Die Dampfmaschine war einst die Vorläuferin des heutigen Motors mit innerer Verbrennung und hat sich im Fahrzeugbau nie wirklich durchgesetzt. Er wird nach über 100 Jahren evtl. wieder belebt, weil wir auf der Suche nach der "verlorenen" Energie sind. Damit ist die Energie gemeint, die nicht in Bewegung umgesetzt wird, sondern als Kühlungs- und Abgaswärme verpufft. Da können schon mal bis 50% zusammenkommen. Es lohnt sich also, nach dieser Energie zu fahnden.
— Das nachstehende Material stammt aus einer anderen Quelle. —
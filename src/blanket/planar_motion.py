"""Planar motion geometry shared by the world side and the agent side (pure functions).

Both the simulated sensors (odometry, the landmark camera) and the agent's body model need the
same few formulas of a base moving on the floor; they live here so that neither side imports
the other. Nothing here touches a simulator or holds state.

Conventions
-----------
- The pose is ``(x_m, y_m, heading_rad)`` of the base frame in the world (floor) frame; the
  heading is measured from the world +x axis, counter-clockwise positive, wrapped to
  ``[-pi, pi)``.
- Wheel speeds are ordered ``(left, right)`` in rad/s; a positive speed rolls the base forward.
- Body velocity is ``(v, omega)``: forward speed (m/s) and yaw rate (rad/s).

The differential-drive relations are those of Siegwart, Nourbakhsh & Scaramuzza, *Introduction
to Autonomous Mobile Robots*, 2nd ed., 2011, sec. 3.2; the range-bearing observation model is
that of Thrun, Burgard & Fox 2005, *Probabilistic Robotics*, eq. 6.40, with a sensor offset.
"""

from __future__ import annotations

import numpy as np

__all__ = [
    "wrap_angle",
    "body_velocity",
    "wheel_speeds",
    "pose_rate",
    "integrate_pose",
    "camera_position",
    "bearing_range",
    "bearing_range_jacobian",
    "segment_hits_box",
]


def wrap_angle(angle: np.ndarray | float) -> np.ndarray | float:
    """Wrap angles to ``[-pi, pi)`` (so a heading error of 350 degrees becomes -10 degrees).

    ``wrap(a) = ((a + pi) mod 2 pi) - pi``.
    """
    wrapped = (np.asarray(angle, dtype=float) + np.pi) % (2.0 * np.pi) - np.pi
    return float(wrapped) if np.ndim(wrapped) == 0 else wrapped


def body_velocity(
    wheel_speed_rad_s: np.ndarray, wheel_radius_m: float, track_m: float
) -> tuple[np.ndarray | float, np.ndarray | float]:
    """Forward speed and yaw rate from ``(left, right)`` wheel speeds.

    ``v = r (w_R + w_L) / 2``, ``omega = r (w_R - w_L) / track`` (Siegwart et al. 2011, sec. 3.2).

    Parameters
    ----------
    wheel_speed_rad_s : numpy.ndarray
        Shape ``(..., 2)``, ``(left, right)``.
    wheel_radius_m, track_m : float
        Wheel radius and (effective) track.

    Returns
    -------
    (numpy.ndarray or float, numpy.ndarray or float)
        ``v`` (m/s) and ``omega`` (rad/s), each of shape ``(...)``.
    """
    w = np.asarray(wheel_speed_rad_s, dtype=float)
    v = wheel_radius_m * (w[..., 1] + w[..., 0]) / 2.0
    omega = wheel_radius_m * (w[..., 1] - w[..., 0]) / track_m
    return v, omega


def wheel_speeds(
    v_m_s: np.ndarray | float,
    omega_rad_s: np.ndarray | float,
    wheel_radius_m: float,
    track_m: float,
) -> np.ndarray:
    """Inverse of :func:`body_velocity`: ``w_L, w_R = (v -+ omega T / 2) / r``.

    Returns
    -------
    numpy.ndarray
        Shape ``(..., 2)``, ``(left, right)``.
    """
    v = np.asarray(v_m_s, dtype=float)
    om = np.asarray(omega_rad_s, dtype=float)
    left = (v - om * track_m / 2.0) / wheel_radius_m
    right = (v + om * track_m / 2.0) / wheel_radius_m
    return np.stack([left, right], axis=-1)


def pose_rate(
    pose: np.ndarray, v_m_s: float, omega_rad_s: float, lateral_m_s: float = 0.0
) -> np.ndarray:
    """World-frame pose rate ``(x', y', heading')`` of a base moving with body velocity.

    ``x' = v cos(h) - u sin(h)``, ``y' = v sin(h) + u cos(h)``, ``heading' = omega`` with ``u`` the
    lateral (body y) speed, zero for an ideal differential drive (Siegwart et al. 2011, eq. 3.9).
    """
    h = float(np.asarray(pose, dtype=float)[2])
    c, s = np.cos(h), np.sin(h)
    return np.array([v_m_s * c - lateral_m_s * s, v_m_s * s + lateral_m_s * c, omega_rad_s])


def integrate_pose(pose: np.ndarray, v_m_s: float, omega_rad_s: float, dt: float) -> np.ndarray:
    """Exact pose after moving with constant ``(v, omega)`` for ``dt`` seconds (a circular arc).

    With ``dh = omega dt`` and radius ``R = v / omega``:
    ``x += R (sin(h + dh) - sin h)``, ``y -= R (cos(h + dh) - cos h)``, ``h += dh``; for
    ``|dh| < 1e-9`` the straight-line limit ``(v dt cos(h + dh/2), v dt sin(h + dh/2))`` is used.
    Heading is wrapped.
    """
    x, y, h = np.asarray(pose, dtype=float)
    dh = omega_rad_s * dt
    if abs(dh) < 1e-9:
        dx = v_m_s * dt * np.cos(h + dh / 2.0)
        dy = v_m_s * dt * np.sin(h + dh / 2.0)
    else:
        radius = v_m_s / omega_rad_s
        dx = radius * (np.sin(h + dh) - np.sin(h))
        dy = -radius * (np.cos(h + dh) - np.cos(h))
    return np.array([x + dx, y + dy, wrap_angle(h + dh)])


def camera_position(pose: np.ndarray, camera_offset_m: float = 0.0) -> np.ndarray:
    """Floor-plane position of a lens ``d`` ahead of the base: ``(x + d cos h, y + d sin h)``."""
    x, y, h = np.asarray(pose, dtype=float)
    return np.array([x + camera_offset_m * np.cos(h), y + camera_offset_m * np.sin(h)])


def bearing_range(
    pose: np.ndarray, landmarks_m: np.ndarray, camera_offset_m: float = 0.0
) -> tuple[np.ndarray, np.ndarray]:
    """Predicted bearings (rad, wrapped) and ranges (m) of landmarks ``(L, 2)`` from a pose.

    With the lens at ``c`` (:func:`camera_position`):
    ``bearing = wrap(atan2(ly - cy, lx - cx) - h)``, ``range = |l - c|`` (Thrun et al. 2005,
    eq. 6.40, with the sensor offset).
    """
    lm = np.asarray(landmarks_m, dtype=float).reshape(-1, 2)
    c = camera_position(pose, camera_offset_m)
    delta = lm - c
    bearing = wrap_angle(np.arctan2(delta[:, 1], delta[:, 0]) - float(pose[2]))
    rng = np.hypot(delta[:, 0], delta[:, 1])
    return np.atleast_1d(bearing), rng


def bearing_range_jacobian(
    pose: np.ndarray, landmarks_m: np.ndarray, camera_offset_m: float = 0.0
) -> tuple[np.ndarray, np.ndarray]:
    """Analytic Jacobians of :func:`bearing_range` w.r.t. the pose ``(x, y, h)``.

    With ``delta = l - c`` and ``q = |delta|^2``:
    ``d bearing / d(x, y) = (delta_y, -delta_x) / q``,
    ``d bearing / dh = -d (delta_y sin h + delta_x cos h) / q - 1``,
    ``d range / d(x, y) = -delta / range``,
    ``d range / dh = d (delta_x sin h - delta_y cos h) / range``.

    Returns
    -------
    (numpy.ndarray, numpy.ndarray)
        Bearing and range Jacobians, each of shape ``(L, 3)``.
    """
    lm = np.asarray(landmarks_m, dtype=float).reshape(-1, 2)
    h = float(pose[2])
    d = camera_offset_m
    c = camera_position(pose, d)
    dx = lm[:, 0] - c[0]
    dy = lm[:, 1] - c[1]
    q = dx * dx + dy * dy
    rng = np.sqrt(q)
    sh, ch = np.sin(h), np.cos(h)
    jb = np.stack([dy / q, -dx / q, -d * (dy * sh + dx * ch) / q - 1.0], axis=1)
    jr = np.stack([-dx / rng, -dy / rng, d * (dx * sh - dy * ch) / rng], axis=1)
    return jb, jr


def segment_hits_box(p: np.ndarray, q: np.ndarray, box: np.ndarray) -> bool:
    """Whether the segment ``p -> q`` passes through the open box ``(x0, y0, x1, y1)`` (slabs)."""
    t0, t1 = 0.0, 1.0
    d = np.asarray(q, dtype=float) - np.asarray(p, dtype=float)
    for axis in range(2):
        lo, hi = box[axis], box[axis + 2]
        if abs(d[axis]) < 1e-12:
            if not (lo < p[axis] < hi):
                return False
            continue
        ta = (lo - p[axis]) / d[axis]
        tb = (hi - p[axis]) / d[axis]
        if ta > tb:
            ta, tb = tb, ta
        t0, t1 = max(t0, ta), min(t1, tb)
        if t0 >= t1:
            return False
    return True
Brennwerttechnik für den Kfz-Bereich

Die Heizungsbauer haben es uns mit der Brennwerttechnik vorgemacht. Immer noch einen Wärmetauscher hinzugefügt, damit das Abgas den Kamin möglichst kälter verlässt als es von der Heizung angesaugt wird. Dadurch sollen dann eigentlich unmögliche mehr als 100% Wirkungsgrad erreicht werden. Im Kfz-Bereich hätten wir noch nicht einmal deren Probleme mit der Feuchtigkeit im Kamin, weil der Dampf durch Absenken der Temperatur unter den Taupunkt flüssig wird. In einer Auto-Abgasanlage würde die Feuchtigkeit nicht stören.

Expansionmaschine treibt mit Abgaswärme Kurbelwelle an.

Die Kfz-Ingenieure können allerdings die anfallende Wärme nicht direkt nutzen, sondern müssen sie erst noch in Bewegung umsetzen. Dazu brauchen sie ein Medium, das durch die anfallende Wärme gasförmig wird. Für den Hochtemperatur-Kreislauf ist das Wasser, das durch den Kühlkreislauf-Wärmetauscher (8) und die beiden Abgas-Wärmetauscher (3, 4) gepumpt (2) wird. Die Volumenvergrößerung beim Übergang zum Dampf nutzt man in einer Expansionsmaschine (6) und treibt damit direkt die Kurbelwelle an. Diese Maschine ähnelt im Prinzip einer Dampfmaschine. Man könnte auch mehrere Nebenaggregate direkt antreiben.

Restwärme bringt zusätzliche Bewegungsenergie.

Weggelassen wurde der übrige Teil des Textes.